News Feature | March 19, 2014

FDA Grants Fast Track Designation To Edison Pharma's EPI-743

By Estel Grace Masangkay

The U.S. Food and Drug Administration (FDA) has granted Fast Tack designation to Edison Pharmaceuticals’ lead drug EPI-743 for the treatment of Friedreich’s ataxia.

Guy Miller, Chairman and CEO of Edison Pharmaceuticals, said “Fast Track designation will facilitate Edison's clinical development of EPI-743 for patients with Friedreich's ataxia. We are fully committed to delivering the first approved drug for this highly debilitating and lethal disease for which there are no FDA-approved therapies.”

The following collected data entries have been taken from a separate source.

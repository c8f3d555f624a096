package spanwright.sheet;

import java.util.ArrayList;
import java.util.HashSet;
import java.util.List;
import java.util.Objects;
import java.util.Set;
import org.jspecify.annotations.Nullable;
import spanwright.network.Snapshot;
import spanwright.plant.Trust;
import spanwright.records.EndNames;
import spanwright.records.RecordsView;
import spanwright.records.Relation;
import spanwright.splicing.EndCondition;
import spanwright.splicing.EndRange;
import spanwright.splicing.EndState;
import spanwright.splicing.Joint;
import spanwright.splicing.JointFacts;
import spanwright.splicing.JointKind;
import spanwright.splicing.LegKind;
import spanwright.splicing.SpliceMethod;

/** Writes the joints and states of an enclosure as the lines of a sheet. */
public final class SheetWriter {

    private static final int USUAL_JUMPER = 3_000_000;

    private final RecordsView records;
    private final EndNames names;

    /** Writes by the codes of these records. */
    public SheetWriter(RecordsView records) {
        this.records = records;
        this.names = new EndNames(records);
    }

    /**
     * The lines of all that is recorded in an enclosure: joints by their ends, then states.
     *
     * @param enclosure identity of the enclosure
     */
    public static List<String> present(Snapshot snapshot, int enclosure) {
        SheetWriter writer = new SheetWriter(snapshot.records());
        List<String> lines = new ArrayList<>();
        PresentJoints.list(snapshot, enclosure).forEach(joint -> lines.add(writer.line(joint)));
        lines.addAll(writer.states(enclosure));
        return lines;
    }

    private List<String> states(int enclosure) {
        List<EndState> states = records.endStates()
                .owned(Relation.ENCLOSURE_END_STATES, enclosure)
                .toList();
        EnclosureLegs legs = new EnclosureLegs(records, enclosure);
        Set<EndState> written = new HashSet<>();
        List<String> lines = new ArrayList<>();
        for (EndState state : states) {
            EndState twin = twin(state, states, legs);
            if (written.contains(state)) {
                continue;
            }
            written.add(state);
            if (twin == null || written.contains(twin)) {
                lines.add(names.ends(state.ends()) + " " + behind(state));
            } else {
                written.add(twin);
                String cable = names.ends(state.ends()).split(" ", 2)[0];
                lines.add(cable + " " + state.ends().numbers() + " " + behind(state));
            }
        }
        return lines;
    }

    /** The state of the same fibers on the other side, where both say through alike. */
    private static @Nullable EndState twin(EndState state, List<EndState> states, EnclosureLegs legs) {
        if (state.condition() != EndCondition.THROUGH) {
            return null;
        }
        CableLeg leg = legs.find(state.ends().leg()).orElse(null);
        return leg == null || !leg.middle()
                ? null
                : states.stream()
                        .filter(other -> other.condition() == EndCondition.THROUGH
                                && other.ends().leg().owner()
                                        == state.ends().leg().owner()
                                && other.ends().leg().kind()
                                        != state.ends().leg().kind()
                                && other.ends().numbers().equals(state.ends().numbers())
                                && other.trust() == state.trust()
                                && Objects.equals(other.verifiedOn(), state.verifiedOn()))
                        .findFirst()
                        .orElse(null);
    }

    private static String behind(EndState state) {
        StringBuilder text = new StringBuilder(state.condition().word());
        trust(text, state.trust());
        say(text, "seen", state.verifiedOn());
        return text.toString();
    }

    /** A range of joints as a line. */
    public String line(Joint joint) {
        return line(joint.a(), joint.b()) + behind(joint);
    }

    /** Ends joined, and nothing else. */
    String line(EndRange a, EndRange b) {
        return names.ends(a) + " = " + names.ends(b);
    }

    private static String behind(Joint joint) {
        JointFacts facts = joint.facts();
        StringBuilder text = new StringBuilder();
        say(text, "tray", facts.tray());
        method(text, joint);
        say(
                text,
                "loss",
                facts.loss() == null ? null : facts.loss().exactDecibels().toPlainString());
        trust(text, facts.trust());
        say(text, "seen", facts.verifiedOn());
        say(text, "spliced", facts.splicedOn());
        say(text, "by", facts.splicedBy());
        say(text, "until", facts.temporaryUntil());
        say(text, "job", facts.job());
        if (facts.jumperLength() != null && facts.jumperLength().micrometres() != USUAL_JUMPER) {
            text.append("; jumper ").append(facts.jumperLength());
        }
        return text.toString();
    }

    private static void method(StringBuilder text, Joint joint) {
        SpliceMethod method = joint.facts().method();
        boolean termination = joint.type() == JointKind.TERMINATION;
        LegKind glass = joint.b().leg().kind();
        boolean ofSplitter = glass == LegKind.IN || glass == LegKind.OUT;
        if (termination && ofSplitter != (method == null)) {
            text.append(method == null ? "; direct" : "; pigtail");
        }
        if (method == SpliceMethod.MECHANICAL) {
            text.append("; mechanical");
        }
    }

    private static void trust(StringBuilder text, Trust trust) {
        if (trust != Trust.POSTED) {
            text.append("; trust ").append(trust.word());
        }
    }

    private static void say(StringBuilder text, String key, @Nullable Object value) {
        if (value != null) {
            text.append("; ").append(key).append(' ').append(quoted(value.toString()));
        }
    }

    private static String quoted(String text) {
        boolean plain = text.chars().noneMatch(letter -> letter == ';' || letter == '"' || letter == '#')
                && text.equals(text.strip())
                && text.chars().noneMatch(letter -> Character.isWhitespace(letter) && letter != ' ')
                && !text.contains("  ");
        return plain ? text : "\"" + text.replace("\"", "\"\"") + "\"";
    }
}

EPI-743 is an orally bioavailable small molecule that belongs to the para-benzoquinone class of drugs. The company’s lead drug is currently being developed for pediatric and adult mitochondrial disease including Friedreich’s ataxia. EPI-743 has completed Phase I and Phase II studies, where it demonstrated safety and tolerability. A randomized, double blind, placebo controlled Phase II B trial in adults with Friedreich’s ataxia is fully enrolled and expected to be completed in the third quarter of this year.

Friedreich’s ataxia is a rare autosomal recessive nuclear DNA inherited mitochondrial disease. It affects approximately 1 in 50,000 individuals. The disease is caused by a defect in the gene frataxin and manifests itself in energy failure symptoms, leaving patients with ataxia, muscle weakness, heart failure, and diabetes. Visual, speech, and hearing deficiencies may also be observed. The disease is severely debilitating and shortens life of affected patients.

The federal regulator has previously granted EPI-743 Orphan Drug Status for the treatment of Friedreich’s ataxia. The Fast Track designation provides drug sponsors a range of benefits including eligibility for accepted approval and access to greater communication opportunities with the FDA to discuss drug development approval. The FDA may also grant ‘rolling reviews’ to drugs with Fast Track designation, allowing the company to submit completed portions of a NDA for immediate review before the full application is completed.

Mr. Ron Bartek, President of Friedreich's Ataxia Research Alliance (FARA) and Chairman of the Board of the National Organization for Rare Disorders, said “We greet with tremendous enthusiasm the FDA's issuance of Fast Track designation to EPI-743 for Edison's Friedreich's ataxia development program. This demonstrates the FDA's commitment to the accelerated development of promising drugs for diseases which have no treatments.”